威爾在軍事和外交方面都有很大成就,使得日耀帝國和周邊多個小國的關係有了很大改善。
而溫昭與他家族最終的結局,和威爾脫不了干係。
想到這,溫昭便聽見一旁樂師吹奏起樂器,眾人的目光都往大門聚攏。
年輕的元帥身著筆挺的黑色軍服,肩上的勳章閃爍著金色光芒。他身姿挺拔,步伐沉穩,暗紅色的眸子看向誰時,誰便會頓覺後背生寒。
這般強大的氣場,帶著能夠掌控一切的淡然,讓眾貴族不由得心生敬畏,談話的聲音戛然而止。
“女王陛下。”
威爾右手握住帽簷中央,將軍帽摘下,微微俯身,朝艾瑞爾行禮。
艾瑞爾抬手,道:“歡迎歸國,威爾元帥。”
威爾頷首,又轉身面對溫昭:“王子殿下。”
就是這個什麼威爾元帥,害得他大清早就被賽勒斯叫醒...
這麼想著,溫昭心底不是很快活,於是他不吭聲,像是有意不給元帥面子。
“溫昭。”
艾瑞爾習慣了自己這個兒子的脾氣,但現在是眾目睽睽之下,她只是低聲提醒了溫昭一句,並未說出什麼過分嚴厲的話語。
溫昭撇嘴,終於開口了:“抱歉,威爾元帥,為了參加這個歡迎宴會,我實在起得太早,精神不是很好。”
恩賜般給了元帥一個臺階,其實又是另一番羞辱。
威爾視線停留在溫昭身上兩秒,便轉開了,像是完全不把溫昭的一番諷刺放在心裡。
這就是傳言中性情乖戾的王子殿下麼,不過一隻爪子都沒長齊的小貓,只會虛張聲勢,沒有一點威懾力。

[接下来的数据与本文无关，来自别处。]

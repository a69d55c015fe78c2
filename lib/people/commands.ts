import { randomBytes, randomUUID } from 'node:crypto';
import { hashPassword } from 'better-auth/crypto';
import { type CommandContext, recordAudit } from '../audit/record';
import { ROLE_NAMES } from '../auth/permissions';
import type { Actor, OrganisationScope, PersonScope, StudyScope } from '../auth/scope';
import { setTenancy } from '../db/transaction';
import { queueMail } from '../email/commands';
import { env } from '../env';
import { ConflictError, ForbiddenError, InvalidError, NotFoundError } from '../errors';
import { Account } from '../../entities/account';
import { Invitation, type InvitationRow } from '../../entities/invitation';
import { OrganisationMember } from '../../entities/organisation-member';
import { Person } from '../../entities/person';
import { Site } from '../../entities/site';
import { Study } from '../../entities/study';
import { StudyMember } from '../../entities/study-member';
import { hashToken, mayInvite, passwordFault } from './rules';
import { INVITATION_DAYS, type InvitePersonBody } from './schema';

interface Invited {
  organisationId: string;
  organisationName: string;
  studyId: string | null;
  studyTitle: string | null;
  siteId: string | null;
  role: InvitationRow['role'];
  name: string;
  email: string;
}

export async function invitePerson(
  scope: StudyScope<'people:invite'>,
  { body }: { body: InvitePersonBody },
  context: CommandContext,
): Promise<{ id: string }> {
  const { em } = context;
  if (!mayInvite(scope.role, body.role)) {
    throw new ForbiddenError(
      `A ${ROLE_NAMES[scope.role]} invites site coordinators and sponsor viewers; ask an owner of the organisation to invite a ${ROLE_NAMES[body.role]}.`,
    );
  }
  const site = body.siteCode
    ? await em.findOne(Site, { organisationId: scope.organisationId, studyId: scope.studyId, code: body.siteCode })
    : null;
  if (body.siteCode && !site)
    throw new InvalidError([
      { pointer: '/siteCode', detail: `There is no site ${body.siteCode} in this study. Choose one of its sites.` },
    ]);
  const [member] = await em.execute<{ role: InvitationRow['role'] }[]>(
    `select m.role from study_member m join person p on p.id = m.person_id where m.organisation_id = ? and m.study_id = ? and lower(p.email) = ?`,
    [scope.organisationId, scope.studyId, body.email],
  );
  if (member)
    throw new ConflictError(`${body.email} already has a role in ${scope.studyCode}: ${ROLE_NAMES[member.role]}.`);
  const open = await em.findOne(Invitation, {
    organisationId: scope.organisationId,
    studyId: scope.studyId,
    email: body.email,
    acceptedAt: null,
    revokedAt: null,
    expiresAt: { $gt: context.clock.now() },
  });
  if (open) throw new ConflictError(`${body.email} is invited already. Take that invitation back to send another.`);
  const study = await em.findOneOrFail(Study, { organisationId: scope.organisationId, id: scope.studyId });
  return invite(
    scope,
    {
      ...scope,
      studyTitle: `${study.code}, ${study.title}`,
      siteId: site?.id ?? null,
      role: body.role,
      name: body.name,
      email: body.email,
    },
    context,
  );
}

export async function inviteOwner(
  scope: OrganisationScope<'organisation:invite'>,
  { body }: { body: { name: string; email: string } },
  context: CommandContext,
): Promise<{ id: string }> {
  const invited = {
    organisationId: scope.organisationId,
    organisationName: scope.organisationName,
    studyId: null,
    studyTitle: null,
    siteId: null,
    role: 'owner' as const,
    ...body,
  };
  const open = await context.em.findOne(Invitation, {
    organisationId: scope.organisationId,
    studyId: null,
    email: body.email,
    acceptedAt: null,
    revokedAt: null,
    expiresAt: { $gt: context.clock.now() },
  });
  if (open) throw new ConflictError(`${body.email} is invited already.`);
  return invite(scope, invited, context);
}

async function invite(
  scope: { actor: Actor; role: string },
  invited: Invited,
  context: CommandContext,
): Promise<{ id: string }> {
  const { em, clock } = context;
  const token = randomBytes(32).toString('base64url');
  const expiresAt = new Date(clock.now().getTime() + INVITATION_DAYS * 86_400_000);
  const id = randomUUID();
  em.persist(
    em.create(Invitation, {
      id,
      organisationId: invited.organisationId,
      studyId: invited.studyId,
      siteId: invited.siteId,
      role: invited.role,
      email: invited.email,
      name: invited.name,
      tokenHash: hashToken(token),
      expiresAt,
      invitedBy: scope.actor.personId,
      createdAt: clock.now(),
    }),
  );
  await em.flush();
  await recordAudit(
    context,
    { ...scope, organisationId: invited.organisationId, studyId: invited.studyId },
    {
      action: 'people:invite',
      recordType: 'invitation',
      recordId: id,
      changes: [
        { field: 'role', old: null, new: invited.role },
        { field: 'email', old: null, new: invited.email },
      ],
    },
  );
  await queueMail(context, {
    organisationId: invited.organisationId,
    studyId: invited.studyId,
    alertId: null,
    recipient: invited.email,
    recipientName: invited.name,
    subject: `${scope.actor.name} invites you to ${invited.studyTitle?.split(',')[0] ?? invited.organisationName}`,
    template: {
      kind: 'invitation',
      organisationName: invited.organisationName,
      studyTitle: invited.studyTitle,
      roleName: ROLE_NAMES[invited.role],
      inviterName: scope.actor.name,
      url: `${env().origin}/invitation/${token}`,
      expiresAt: expiresAt.toISOString(),
    },
  });
  return { id };
}

export async function revokeInvitation(
  scope: StudyScope<'people:invite'>,
  { params }: { params: { id: string } },
  context: CommandContext,
): Promise<{ id: string }> {
  const invitation = await context.em.findOne(Invitation, {
    organisationId: scope.organisationId,
    studyId: scope.studyId,
    id: params.id,
    acceptedAt: null,
  });
  if (!invitation) throw new NotFoundError('There is no open invitation of that kind.');
  if (invitation.revokedAt) return { id: invitation.id };
  invitation.revokedAt = context.clock.now();
  await context.em.flush();
  await recordAudit(context, scope, {
    action: 'people:revoke-invitation',
    recordType: 'invitation',
    recordId: invitation.id,
    changes: [{ field: 'email', old: invitation.email, new: null }],
  });
  return { id: invitation.id };
}

export async function endMembership(
  scope: StudyScope<'people:invite'>,
  { params }: { params: { id: string } },
  context: CommandContext,
): Promise<{ id: string }> {
  const member = await context.em.findOne(StudyMember, {
    organisationId: scope.organisationId,
    studyId: scope.studyId,
    id: params.id,
  });
  if (!member) throw new NotFoundError('There is no such person in this study.');
  if (!mayInvite(scope.role, member.role))
    throw new ForbiddenError(`Only an owner of the organisation ends the access of a ${ROLE_NAMES[member.role]}.`);
  const person = await context.em.findOneOrFail(Person, { id: member.personId });
  context.em.remove(member);
  await context.em.flush();
  await recordAudit(context, scope, {
    action: 'people:end-membership',
    recordType: 'study_member',
    recordId: member.id,
    changes: [
      { field: 'role', old: member.role, new: null },
      { field: 'email', old: person.email, new: null },
    ],
  });
  return { id: member.id };
}

/** An invitation makes the account: its address is verified, since the link was read there. */
export async function acceptInvitation(
  _scope: null,
  { body }: { body: { token: string; name: string; password: string } },
  context: CommandContext,
): Promise<{ email: string }> {
  const { em, clock } = context;
  const invitation = await openInvitation(body.token, context);
  const fault = passwordFault(body.password, { name: body.name, email: invitation.email });
  if (fault) throw new InvalidError([{ pointer: '/password', detail: fault }]);
  const known = await em.execute(`select 1 from person where lower(email) = ?`, [invitation.email]);
  if (known.length > 0)
    throw new ConflictError(
      'There is an account with this address already. Sign in with it, then open the invitation again.',
    );
  const now = clock.now();
  const personId = randomUUID();
  em.persist(
    em.create(Person, {
      id: personId,
      name: body.name,
      email: invitation.email,
      emailVerified: true,
      createdAt: now,
      updatedAt: now,
    }),
  );
  em.persist(
    em.create(Account, {
      id: randomUUID(),
      accountId: personId,
      providerId: 'credential',
      userId: personId,
      password: await hashPassword(body.password),
      createdAt: now,
      updatedAt: now,
    }),
  );
  // Person first: memberships refer to it at once, not at the end of the transaction.
  await em.flush();
  await join(invitation, { personId, name: body.name, email: invitation.email }, context);
  return { email: invitation.email };
}

export async function joinWithAccount(
  scope: PersonScope,
  { body }: { body: { token: string } },
  context: CommandContext,
): Promise<{ email: string }> {
  const invitation = await openInvitation(body.token, context);
  if (scope.actor.email.toLowerCase() !== invitation.email)
    throw new ForbiddenError(
      `This invitation is for another address than ${scope.actor.email}. Sign in with the address that it was sent to.`,
    );
  await join(invitation, scope.actor, context);
  return { email: invitation.email };
}

async function openInvitation(token: string, { em, clock }: CommandContext): Promise<InvitationRow> {
  await setTenancy(em, { invitationHash: hashToken(token) });
  const found = await em.findOne(Invitation, {
    tokenHash: hashToken(token),
    acceptedAt: null,
    revokedAt: null,
    expiresAt: { $gt: clock.now() },
  });
  if (!found) throw new NotFoundError('This invitation has been used, taken back or has expired. Ask for a new one.');
  await setTenancy(em, { organisationId: found.organisationId });
  // Locked, so that two clicks on one link make one account.
  await em.execute(`select 1 from invitation where id = ? for update`, [found.id]);
  await em.refresh(found);
  if (found.acceptedAt) throw new NotFoundError('This invitation has been used.');
  return found;
}

async function join(invitation: InvitationRow, actor: Actor, context: CommandContext): Promise<void> {
  const { em, clock } = context;
  const { organisationId, studyId, siteId, role } = invitation;
  const now = clock.now();
  const key = { id: randomUUID(), organisationId, personId: actor.personId, createdAt: now };
  if (role === 'owner') {
    await em.nativeDelete(OrganisationMember, { organisationId, personId: actor.personId });
    em.persist(em.create(OrganisationMember, { ...key, role: 'owner' }));
  } else {
    const present = await em.findOne(StudyMember, { organisationId, studyId: studyId!, personId: actor.personId });
    if (present) throw new ConflictError(`You already have a role in this study: ${ROLE_NAMES[present.role]}.`);
    em.persist(em.create(StudyMember, { ...key, studyId: studyId!, role, siteId }));
  }
  invitation.acceptedAt = now;
  await em.flush();
  await recordAudit(
    context,
    { actor, role, organisationId, studyId },
    {
      action: 'people:join',
      recordType: role === 'owner' ? 'organisation_member' : 'study_member',
      recordId: key.id,
      changes: [
        { field: 'role', old: null, new: role },
        { field: 'email', old: null, new: actor.email },
      ],
    },
  );
}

刁難他的想法落空,回去後該不會鑽進被窩掉小珍珠吧。威爾默默想。
溫昭冷哼一聲,被威爾這副死裝的樣子氣得牙癢癢,心想宴會結束後自己一定要找機會狠狠欺負這個元帥。
這場歡迎宴會的流程不多,威爾只需要向女王大致匯報一下最近日耀帝國與鄰國的來往關係。
歡迎會結束後,艾瑞爾讓溫昭留了下來,其他人都離開了。
溫昭直覺艾瑞爾有重要的事要同他談,面上的表情都認真了些許。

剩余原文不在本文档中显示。